There are P100 masks (oil+non-oil) as well, but they're more expensive and
harder to breathe through.

------
andy_ppp
They seem to have randomly stopped delivering some items for 3 weeks even
though they have them in stock. It's very inconsistent; I need a new inner
tube which will be delivered tomorrow but while I'm at it I could do with new
tires too, but those don't turn up until 30th April even though they are in
stock. Could they not just deliver the items all at the same time?

------
oski
Everyone who is still working to provide essential services should be wearing
masks.

There is a major shortage of PPE, so non-healthcare workers should be wearing
nonmedical fabric masks or homemade masks.
[https://shouldiwearafacemask.com](https://shouldiwearafacemask.com) for a
full explanation with the science.

------
AdrianB1
I cannot find accurate information, but the duration of the illness for the
people that do recover from mild cases is around 12-15 days; sending people
home if they have fever for "minimum 3 days" does not make sense, you send
them home until they have no fever for at least 3 days, so they are clean.

------
Causality1
I'm sure there's a German word for "a company announcing a positive step that
hurts its reputation because everybody thought they were doing it already".
Closely related to the "software feature announcement that everyone can't
believe it didn't have already".

------
legohead
I'm also curious about how they are dealing with the actual sent packages.
From past videos I've seen, workers place the objects in boxes. So if a worker
is sick, wouldn't they be sending contaminated items out? Is amazon doing
anything about that in particular?

------
0x8BADF00D
Imagine if we had a healthcare system like Singapore. Not like the one we
currently have now, where the government interferes in the free market and as
a result the cost goes through the roof.

------
nikolay
Both Amazon, Facebook, and eBay should be sued for enabling price gouging. I
report at least 20 ads a day on Facebook for overpriced face masks, there are
still tons of masks and respisrators on eBay and other overpriced
necessesities such as toilet paper, paper towels, and hand sanitizers.

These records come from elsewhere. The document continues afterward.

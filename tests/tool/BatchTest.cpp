//===- BatchTest.cpp - Many files: folders, --jobs, jsonl, progress -------===//
//
// Runs the real executable on batches: which files a folder stands for and
// in what order, outputs byte-identical whatever --jobs is (DESIGN.md: same
// input, same bytes), failed files' diagnostics in input order with exit 2,
// JSON Lines equal to the json format's entries, no progress line when
// standard error is not a terminal, and --jobs 0 refused with exit 2.
//
//===----------------------------------------------------------------------===//
#include "Batch.h"
#include "ToolRunner.h"

#include <gtest/gtest.h>
#include <nlohmann/json.hpp>

#include <algorithm>
#include <atomic>
#include <chrono>
#include <cstdlib>
#include <filesystem>
#include <fstream>
#include <sstream>
#include <stdexcept>
#include <string>
#include <thread>
#include <vector>

namespace fs = std::filesystem;

namespace {

using revbound::test::Outcome;
using revbound::test::slurp;

class Batch : public revbound::test::ToolTest {
protected:
  /// Writes `Text` to `Name`, creating folders on the way.
  void put(const std::string &Name, const std::string &Text) {
    fs::create_directories((Dir / Name).parent_path());
    write(Name, Text);
  }

  /// Writes the mixed batch below into `b/` and returns the files in the
  /// order they are named on the command line.
  std::vector<std::string> writeMixedBatch();
};

const char *Bell = "OPENQASM 2.0;\ninclude \"qelib1.inc\";\n"
                   "qreg q[2];\ncreg c[2];\nh q[0];\ncx q[0], q[1];\n"
                   "measure q -> c;\n";

// A Toffoli onto an ancilla leaves it holding a[0] AND a[1]: dirty, which
// the classical engine (BDDs, a process-wide lock) proves with an input.
const char *DirtyAncilla =
    "OPENQASM 2.0;\ninclude \"qelib1.inc\";\n"
    "//! input a\n//! ancilla anc\n"
    "qreg a[2];\nqreg anc[1];\nccx a[0], a[1], anc[0];\n";

// h then reset: the reset erases one full bit (the density engine).
const char *ResetAfterH = "OPENQASM 2.0;\ninclude \"qelib1.inc\";\n"
                          "qreg q[1];\nh q[0];\nreset q[0];\n";

// A qubit used twice in one CX: OpenQASM 2.0 (Cross et al., arXiv:1707.03429,
// section 3) forbids it; the diagnostic's text is ReportCommandTest's.
const char *TwiceUsed = "OPENQASM 2.0;\nqreg q[2];\nCX q[0], q[0];\n";
const char *TwiceUsedMessage =
    "{}:3:10: error: qubit q[0] is used twice in one application of 'CX'\n"
    "CX q[0], q[0];\n"
    "         ^~~~\n";

std::string replaceName(std::string Pattern, const std::string &Name) {
  Pattern.replace(Pattern.find("{}"), 2, Name);
  return Pattern;
}

std::vector<std::string> Batch::writeMixedBatch() {
  const char *Kinds[] = {Bell, DirtyAncilla, ResetAfterH};
  std::vector<std::string> Files;
  for (int I = 0; I < 24; ++I) {
    std::string Name = "b/f" + std::to_string(100 + I) + ".qasm";
    // Bad files early, in the middle and last, so that a fast later file
    // must wait for them.
    bool Bad = I == 1 || I == 13 || I == 23;
    // Vary the size so that files finish out of order on several threads.
    std::string Text = Bad ? TwiceUsed : Kinds[I % 3];
    if (Bad || I % 3 != 1) // the ancilla file has no register q
      for (int K = 0; K < (I * 37) % 200; ++K)
        Text += "barrier q;\n";
    put(Name, Text);
    Files.push_back(Name);
  }
  return Files;
}

std::string joined(const std::vector<std::string> &Files) {
  std::string S;
  for (const std::string &F : Files)
    S += " '" + F + "'";
  return S;
}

Amazon
also allows a lot of crooks to sell stuff and never deliver it and now they
blocked a lot of non-medical grade stuff for "governments and hospitals" like
2 oz sanitier gels and others. In addition, Amazon also now has all out of
stock items as "Temporarily out of stock.", i.e. lying to you and tricking you
to place an order and wait for it to be delivered... one day!

------
soperj
Love how Amazon staff will get surgical masks while doctors in America have to
re-use theirs and use them for a whole shift.

------
oski
TL;DR: starting next week, Amazon will start:

1) taking temperatures of employees, fever >100.4°F to be sent home for min 3
days

2) giving surgical masks to employees once it receives shipments of orders of
“millions”

3) using machine learning-powered video software to monitor social distancing

(Shameless plug for a little site I made to help spread the word that we need
#masks4all:
[https://shouldiwearafacemask.com](https://shouldiwearafacemask.com))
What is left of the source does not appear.